Ditolak Cavani, Inter Milan Kembali Goda Lukaku

Reynaldi Hermawan ยท Sabtu, 03 Agustus 2019 - 16:21 WIB
Ditolak Cavani, Inter Milan Kembali Goda Lukaku

Striker PSG Edinson Cavani (kiri) menolak pinangan Inter Milan. Guna menyiasatinya, Klub Kota Mode itu kembali mengalihkan padangan ke bomber MU Romelu Lukaku (kanan). (Foto: The Sun)

MILAN, iNews.id – Striker Paris Saint-Germain (PSG) Edinson Cavani menolak pinangan Inter Milan. Guna menyiasatinya, Klub Kota Mode Italia itu kembali mengalihkan padangan ke bomber Manchester United (MU) Romelu Lukaku
 
Sejak awal kedatangan pelatih anyar Antonio Conte, Lukaku memang masuk ke dalam daftar belanjaan teratas I Nerazzurri. Sayang, harga mahal yakni 80 juta euro (Rp1,26 triliun) yang dibanderol MU membuat langkah Inter tersendat hingga mereka mencoba merekrut Cavani sebagai pengganti. 
 
Namun kini, ambisi tersebut pupus setelah mesin gol tim nasional Uruguay itu memutuskan untuk bertahan di PSG. Cavani sangat menghargai kontraknya bersama Les Parisiens hingga 2020. 
 
“Saya sudah memberi tahu penggemar dan berjanji pada diri sendiri akan tetap di PSG sampai akhir kontrak. Itu pasti. Di masa depan, saya bisa memutuskan untuk kembali ke Uruguay. Tetapi sepak bola tidak hanya bergantung pada Anda, karena ada klub dan pendukung,” kata Cavani kepada Le Parisien
 
“Saya tidak memikirkan kontrak baru sekarang. Kami bahkan belum membahasnya. Saya santai, apakah tetap di PSG atau tidak setelah kontrak berakhir. Satu-satunya yang saya tahu hanya terus memberikan segalanya untuk klub ini,” ujarnya. 
 
Mendengar penolakan pemain 32 tahun itu, Inter ogah bermuram durja dan kembali merayu Lukaku. Petinggi I Nerazzurri langsung menaikkan tawaran dari yang semula 60 juta euro (Rp949 miliar) menjadi 70 juta euro (Rp1,1 triliun) plus bonus sekitar 10 juta euro (Rp158 miliar) yang jika ditotal akan sesuai dengan harapan MU. 
 
Masalahnya, keberhasilan Inter menggaet Lukaku tergantung hasil kesepakatan MU yang ingin membarter sang pemain dengan winger Juventus, Paulo Dybala.

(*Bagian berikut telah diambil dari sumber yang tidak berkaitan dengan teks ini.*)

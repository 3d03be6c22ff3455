"""Tests for the compressor component (booster and HPC)."""

import numpy as np
import openmdao.api as om
import pytest
from openmdao.utils.assert_utils import assert_check_partials

from bypassopt.components.cycle.compressor_comp import CompressorComp
from bypassopt.components.gas.thermo import CaloricallyPerfectGas, ThermallyPerfectGas
from bypassopt.components.validation import InputRangeError

RTOL_EXACT = 1e-12
# Field-reference 3.2 and 4.4 print temperatures to 3 decimals and works to 3 decimals in kJ/kg.
RTOL_FIELD_REF = 2e-6
ATOL_FIELD_REF_WORK = 5e-4  # kJ/kg
# Field-reference 3.2 prints isentropic efficiencies to 5 decimals.
ATOL_FIELD_REF_EFF = 5e-6
# The gas module and Cantera use the same NASA 7-coefficient data; they differ only in the last digits of
# the air composition and of the molar masses.
RTOL_CANTERA = 1e-6
PARTIALS_TOL = 1e-10
SEED = 20250104
CP, GAMMA = 1004.0, 1.4
GASES = [ThermallyPerfectGas(), CaloricallyPerfectGas(cp=CP, gamma=GAMMA)]
GAS_IDS = ["thermally_perfect", "calorically_perfect"]
HPC = {"station_in": "25", "station_out": "3", "name": "hpc"}
BOOSTER = {"station_in": "21", "station_out": "25", "name": "booster"}


def _problem(nn=1, gas=None, ratio_from="PR", stations=None):
    prob = om.Problem(reports=False)
    kwargs = dict(stations or HPC)
    if gas is not None:
        kwargs["gas"] = gas
    prob.model.add_subsystem("comp", CompressorComp(num_nodes=nn, ratio_from=ratio_from, **kwargs),
                             promotes=["*"])
    prob.setup(force_alloc_complex=True)
    return prob


def test_thermally_perfect_check_values():
    """Thermally perfect gas: field-reference 3.2 check values.

    Source: field-reference 3.2 (variable-cp dry air, Cantera nasa_gas, computed there):
    T1 = 288.15 K, pi = 40, e = 0.90 -> T2 = 891.206 K, dh = 634.970 kJ/kg;
    T1 = 250 K, pi = 50, e = 0.91 -> T2 = 825.600 K, dh = 600.273 kJ/kg.
    """
    prob = _problem(2, ThermallyPerfectGas())
    prob.set_val("Tt25", [288.15, 250.0], units="K")
    prob.set_val("Pt25", [101325.0, 50000.0], units="Pa")
    prob.set_val("hpc_PR", [40.0, 50.0])
    prob.set_val("hpc_eff_poly", [0.90, 0.91])
    prob.run_model()
    np.testing.assert_allclose(prob.get_val("Tt3", units="K"), [891.206, 825.600], rtol=RTOL_FIELD_REF)
    np.testing.assert_allclose(prob.get_val("hpc_work", units="kJ/kg"), [634.970, 600.273], rtol=0.0,
                               atol=ATOL_FIELD_REF_WORK)
    np.testing.assert_allclose(prob.get_val("Pt3"), [40.0 * 101325.0, 50.0 * 50000.0], rtol=RTOL_EXACT)


def test_work_equals_cantera_enthalpy_rise(cantera_air_enthalpy):
    """Conservation: the work is the enthalpy rise h(Tt_out) - h(Tt_in), here from Cantera (nasa_gas.yaml)."""
    prob = _problem(3, ThermallyPerfectGas(), stations=BOOSTER)
    Tt21 = np.array([260.0, 320.0, 350.0])
    prob.set_val("Tt21", Tt21)
    prob.set_val("booster_PR", [1.0, 1.8, 3.0])
    prob.set_val("booster_eff_poly", [0.89, 0.90, 0.91])
    prob.run_model()
    dh = cantera_air_enthalpy(prob.get_val("Tt25")) - cantera_air_enthalpy(Tt21)
    np.testing.assert_allclose(prob.get_val("booster_work"), dh, rtol=RTOL_CANTERA, atol=1e-9)
    # pressure ratio 1: no compression (to round-off of the inverse T(phi) solve, which differs by an ulp
    # between NumPy versions)
    np.testing.assert_allclose(prob.get_val("Tt25")[0], Tt21[0], rtol=1e-13)


@pytest.mark.parametrize("pr, e, eta_ref", [(20.0, 0.90, 0.85216), (40.0, 0.90, 0.83983),
                                            (40.0, 0.91, 0.85569)])
def test_calorically_perfect_closed_form(pr, e, eta_ref):
    """Calorically perfect gas: closed-form temperature ratio and isentropic efficiency.

    Source: constant-gamma polytropic relations (field-reference 3.1; Saravanamuttoo et al., Gas Turbine
    Theory): T2/T1 = pi**((g-1)/(g e)), w = cp (T2 - T1); the isentropic efficiency
    (pi**((g-1)/g) - 1)/(T2/T1 - 1) reproduces the field-reference 3.2 values (equal to
    fluids.compressible.isentropic_efficiency).
    """
    prob = _problem(1, CaloricallyPerfectGas(cp=CP, gamma=GAMMA))
    Tt25 = 300.0
    prob.set_val("Tt25", Tt25)
    prob.set_val("hpc_PR", pr)
    prob.set_val("hpc_eff_poly", e)
    prob.run_model()
    k = (GAMMA - 1.0) / GAMMA
    tau = prob.get_val("Tt3")[0] / Tt25
    np.testing.assert_allclose(tau, pr ** (k / e), rtol=RTOL_EXACT)
    np.testing.assert_allclose(prob.get_val("hpc_work"), CP * (tau - 1.0) * Tt25, rtol=RTOL_EXACT)
    np.testing.assert_allclose((pr**k - 1.0) / (tau - 1.0), eta_ref, rtol=0.0, atol=ATOL_FIELD_REF_EFF)


def test_opr_mode_parametric_check_case():
    """OPR mode with a calorically perfect gas: field-reference 4.4 check case.

    Source: field-reference 4.4 (constant-cp parametric check case, computed there): T0 = 216.65 K,
    M0 = 0.8 (tau_r = 1.128), pi_c = 36, e_c = 0.90, gamma 1.4 -> tau_c = 3.11935, Tt3 = 762.311 K.
    The whole compression is given to the HPC (entry state equal to the fan-face state).
    """
    prob = _problem(1, CaloricallyPerfectGas(cp=CP, gamma=GAMMA), ratio_from="OPR")
    Tt2 = 216.65 * 1.128
    prob.set_val("Tt25", Tt2)
    prob.set_val("Pt25", 30000.0)
    prob.set_val("Pt2", 30000.0)
    prob.set_val("OPR", 36.0)
    prob.set_val("hpc_eff_poly", 0.90)
    prob.run_model()
    np.testing.assert_allclose(prob.get_val("Tt3", units="K"), 762.311, rtol=RTOL_FIELD_REF)
    np.testing.assert_allclose(prob.get_val("Tt3")[0] / Tt2, 3.11935, rtol=RTOL_FIELD_REF)
    np.testing.assert_allclose(prob.get_val("hpc_PR"), 36.0, rtol=RTOL_EXACT)


def test_opr_mode_pressure_bookkeeping():
    """With ratio_from='OPR', Pt3 = OPR*Pt2 exactly and hpc_PR = OPR*Pt2/Pt25."""
    prob = _problem(2, ThermallyPerfectGas(), ratio_from="OPR")
    prob.set_val("Pt2", [30000.0, 101325.0])
    prob.set_val("Pt25", [70000.0, 250000.0])
    prob.set_val("OPR", [45.0, 30.0])
    prob.run_model()
    np.testing.assert_array_equal(prob.get_val("Pt3"), np.array([45.0 * 30000.0, 30.0 * 101325.0]))
    np.testing.assert_allclose(prob.get_val("hpc_PR"), [45.0 * 30000.0 / 70000.0, 30.0 * 101325.0 / 250000.0],
                               rtol=RTOL_EXACT)


def test_default_efficiency_option():
    """The default of the efficiency input comes from option eff_poly_default."""
    prob = om.Problem(reports=False)
    prob.model.add_subsystem("hpc", CompressorComp(eff_poly_default=0.91, **HPC), promotes=["*"])
    prob.setup()
    np.testing.assert_allclose(prob.get_val("hpc_eff_poly"), 0.91, rtol=RTOL_EXACT)


@pytest.mark.parametrize("gas", GASES, ids=GAS_IDS)
@pytest.mark.parametrize("ratio_from", ["PR", "OPR"])
@pytest.mark.parametrize("nn", [4, 1])
def test_partials(nn, ratio_from, gas):
    """Analytic partials match complex step for both gas models and both pressure-ratio options."""
    rng = np.random.default_rng(SEED + nn)
    prob = _problem(nn, gas, ratio_from)
    prob.set_val("Tt25", rng.uniform(300.0, 420.0, nn))
    Pt2 = rng.uniform(20000.0, 100000.0, nn)
    prob.set_val("Pt25", Pt2 * rng.uniform(1.5, 4.0, nn))
    prob.set_val("hpc_eff_poly", rng.uniform(0.88, 0.93, nn))
    if ratio_from == "PR":
        prob.set_val("hpc_PR", rng.uniform(1.0, 25.0, nn))
    else:
        prob.set_val("Pt2", Pt2)
        prob.set_val("OPR", rng.uniform(20.0, 60.0, nn))
    prob.run_model()
    data = prob.check_partials(method="cs", out_stream=None)
    assert_check_partials(data, atol=PARTIALS_TOL, rtol=PARTIALS_TOL)


def test_opr_too_low():
    """An OPR not above the pressure ratio reached upstream (fan core side x booster) is refused."""
    prob = _problem(2, ratio_from="OPR")
    prob.set_val("Pt2", [30000.0, 30000.0])
    prob.set_val("Pt25", [70000.0, 70000.0])
    prob.set_val("OPR", [40.0, 2.0])
    with pytest.raises(InputRangeError, match=r"OPR = 2 at node 1 is not above the fan core-side and booster "
                                              r"pressure ratio product Pt25/Pt2 = 2\.33333"):
        prob.run_model()


@pytest.mark.parametrize("value", [1.0, 0.5, 150.0, np.nan])
def test_bad_opr(value):
    """OPR outside (1, 100] or NaN is refused with the variable and range named."""
    prob = _problem(2, ratio_from="OPR")
    prob.set_val("OPR", [40.0, value])
    with pytest.raises(InputRangeError, match=r"OPR = .* at node 1 .*above 1 up to 100"):
        prob.run_model()


@pytest.mark.parametrize("value", [0.99, 120.0, np.nan])
def test_bad_pressure_ratio(value):
    """A pressure ratio outside 1-100 (or NaN) is refused with the variable and range named."""
    prob = _problem(2, stations=BOOSTER)
    prob.set_val("booster_PR", [1.5, value])
    with pytest.raises(ValueError, match=r"booster_PR = .* at node 1 .*from 1 up to 100"):
        prob.run_model()


def test_bad_efficiency():
    """A polytropic efficiency outside 0.5-1 is refused with the variable named."""
    prob = _problem(1)
    prob.set_val("hpc_eff_poly", 0.3)
    with pytest.raises(om.AnalysisError, match=r"hpc_eff_poly = 0\.3 .*from 0\.5 up to 1"):
        prob.run_model()


def test_exit_temperature_outside_gas_range():
    """An exit temperature beyond the gas model's range names the exit station."""
    prob = _problem(1)
    prob.set_val("Tt25", 900.0)
    prob.set_val("hpc_PR", 60.0)
    with pytest.raises(InputRangeError, match=r"hpc exit temperature Tt3 is outside the gas model's range"):
        prob.run_model()


def test_opr_mode_needs_an_entry_station_other_than_2():
    """ratio_from='OPR' with the entry at station 2 would declare Pt2 twice: refused at setup."""
    prob = om.Problem(reports=False)
    prob.model.add_subsystem("comp", CompressorComp(station_in="2", station_out="3", ratio_from="OPR"))
    with pytest.raises(ValueError, match=r"entry station must differ from 2"):
        prob.setup()
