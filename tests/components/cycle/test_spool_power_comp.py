"""Tests for the HP and LP spool power-demand component."""

import itertools

import numpy as np
import openmdao.api as om
import pytest
from openmdao.utils.assert_utils import assert_check_partials

from bypassopt.components.cycle.spool_power_comp import SpoolPowerComp
from bypassopt.components.validation import InputRangeError

RTOL_EXACT = 1e-13
# Field-reference 4.3 tabulates tau_t to 6 significant digits.
RTOL_FIELD_REF = 2e-6
PARTIALS_TOL = 1e-10
SEED = 2718


def _problem(spool, nn=1, **values):
    prob = om.Problem(reports=False)
    prob.model.add_subsystem("spool", SpoolPowerComp(num_nodes=nn, spool=spool), promotes=["*"])
    prob.setup(force_alloc_complex=True)
    for name, val in values.items():
        prob.set_val(name, val * np.ones(nn))
    return prob


def test_hp_demand_arithmetic():
    """HP demand = hpc_work/(1+BPR) + offtake/W2 (power balance per unit inlet flow)."""
    bpr = np.array([0.5, 5.0, 10.0, 30.0])
    work = np.array([3.0e5, 5.0e5, 6.5e5, 7.0e5])
    offtake = np.array([0.0, 1.0e5, 2.0e5, 2.0e6])
    W2 = np.array([20.0, 100.0, 250.0, 600.0])
    prob = _problem("HP", nn=4)
    prob.set_val("BPR", bpr)
    prob.set_val("hpc_work", work)
    prob.set_val("HP_power_offtake", offtake)
    prob.set_val("W2", W2)
    prob.run_model()
    # power conservation in absolute terms: core flow W2/(1+BPR) through the HPC plus the offtake
    power = W2 / (1.0 + bpr) * work + offtake
    np.testing.assert_allclose(prob.get_val("HP_power_demand") * W2, power, rtol=RTOL_EXACT)


def test_lp_demand_arithmetic_and_core_fraction():
    """LP demand from the stream powers: bypass flow*fan_bypass_work + core flow*(fan_core + booster)."""
    bpr = np.array([0.5, 5.0, 12.0])
    fb = np.array([4.0e4, 5.5e4, 7.0e4])
    fc = np.array([3.0e4, 4.0e4, 5.0e4])
    bw = np.array([0.0, 2.0e4, 6.0e4])
    prob = _problem("LP", nn=3)
    for name, val in (("BPR", bpr), ("fan_bypass_work", fb), ("fan_core_work", fc), ("booster_work", bw)):
        prob.set_val(name, val)
    prob.run_model()
    W2 = 137.0
    core, bypass = W2 / (1.0 + bpr), W2 * bpr / (1.0 + bpr)
    np.testing.assert_allclose(core + bypass, W2, rtol=RTOL_EXACT)
    np.testing.assert_allclose(prob.get_val("LP_power_demand") * W2, bypass * fb + core * (fc + bw),
                               rtol=RTOL_EXACT)
    np.testing.assert_allclose(prob.get_val("core_flow_frac"), 1.0 / (1.0 + bpr), rtol=RTOL_EXACT)


def test_ideal_turbofan_turbine_work_field_reference():
    """HP + LP demand of the ideal turbofan equals cp*Tt4*(1 - tau_t)/(1 + alpha).

    Source: ideal-turbofan relations, Mattingly & von Ohain, *Elements of Propulsion*, ch. 5, as given
    in field-reference 4.2; check value tau_t = 0.508010 from field-reference 4.3 (M0 0.8, T0 216.65 K,
    gamma 1.4, cp 1004, Tt4 1600 K, pi_c 36, pi_f 1.6, alpha 10).
    """
    cp, T0, M0, gamma, Tt4, pi_c, pi_f, alpha = 1004.0, 216.65, 0.8, 1.4, 1600.0, 36.0, 1.6, 10.0
    tau_r = 1.0 + 0.5 * (gamma - 1.0) * M0**2
    tau_f = pi_f ** ((gamma - 1.0) / gamma)
    tau_c = pi_c ** ((gamma - 1.0) / gamma)
    Tt2 = T0 * tau_r
    fan_work = cp * Tt2 * (tau_f - 1.0)
    booster_work = cp * Tt2 * tau_f * (1.2 - 1.0)  # arbitrary split of the core compression
    hpc_work = cp * Tt2 * (tau_c - 1.0) - fan_work - booster_work
    hp = _problem("HP", BPR=alpha, hpc_work=hpc_work)
    lp = _problem("LP", BPR=alpha, fan_bypass_work=fan_work, fan_core_work=fan_work,
                  booster_work=booster_work)
    hp.run_model()
    lp.run_model()
    total = hp.get_val("HP_power_demand") + lp.get_val("LP_power_demand")
    tau_t = 0.508010  # field-reference 4.3
    np.testing.assert_allclose(total, cp * Tt4 * (1.0 - tau_t) / (1.0 + alpha), rtol=RTOL_FIELD_REF)


@pytest.mark.parametrize("spool, nn", list(itertools.product(("HP", "LP"), (1, 4))))
def test_partials(spool, nn):
    """Analytic partials against complex step at seeded random points."""
    rng = np.random.default_rng(SEED)
    prob = _problem(spool, nn=nn)
    prob.set_val("BPR", rng.uniform(0.5, 20.0, nn))
    if spool == "HP":
        prob.set_val("hpc_work", rng.uniform(3e5, 7e5, nn))
        prob.set_val("HP_power_offtake", rng.uniform(1e4, 1e6, nn))
        prob.set_val("W2", rng.uniform(50.0, 500.0, nn))
    else:
        for name in ("fan_bypass_work", "fan_core_work", "booster_work"):
            prob.set_val(name, rng.uniform(2e4, 8e4, nn))
    prob.run_model()
    data = prob.check_partials(method="cs", out_stream=None)
    assert_check_partials(data, atol=PARTIALS_TOL, rtol=PARTIALS_TOL)


@pytest.mark.parametrize("spool", ("HP", "LP"))
@pytest.mark.parametrize("bpr", (0.0, -1.0))
def test_bpr_not_positive_raises(spool, bpr):
    prob = _problem(spool, BPR=bpr)
    with pytest.raises(InputRangeError, match=r"BPR = -?[01] must be above 0"):
        prob.run_model()


def test_bad_inputs_raise():
    prob = _problem("LP", nn=3)
    prob.set_val("BPR", [5.0, 31.0, 5.0])
    with pytest.raises(InputRangeError,
                       match=r"BPR = 31 at node 1 is outside the valid range \(above 0 up to 30\)"):
        prob.run_model()
    prob = _problem("LP", BPR=np.nan)
    with pytest.raises(InputRangeError, match=r"BPR = nan"):
        prob.run_model()
    prob = _problem("HP", HP_power_offtake=3.0e6)
    with pytest.raises(InputRangeError, match=r"HP_power_offtake = 3e\+06 W is outside the valid range "
                                              r"\(from 0 up to 2e\+06 W\)"):
        prob.run_model()
    prob = _problem("HP", W2=0.0)
    with pytest.raises(InputRangeError, match=r"W2 = 0 kg/s is outside the valid range \(above 0 kg/s\)"):
        prob.run_model()
    prob = _problem("LP", booster_work=np.nan)
    with pytest.raises(InputRangeError, match=r"booster_work = nan J/kg"):
        prob.run_model()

Beberapa media Italia mengatakan Lukaku sepakat gabung Si Nyonya Tua dan mendapatkan gaji 9 juta euro (Rp141 miliar) per musim.  
 
Situasi tersebut tinggal menunggu Dybala yang belum menemui titik temu dengan petinggi The Red Devils. Pasalnya, pemain berjuluk La Joya itu meminta gaji fantastis yakni 12 juta euro (Rp189 miliar) plus komisi yang mencapai 15 juta euro (Rp237 miliar) per musim. Situasi tersebut yang membuat langkah transfer mandek. 
 
Dengan begitu, Inter sampai saat ini masih menunggu keputusan Juve dan MU terkait pertukaran Dybala dan Lukaku. Jika gagal, mereka siap kembali mengajukan proposal demi mengakuisisi Lukaku.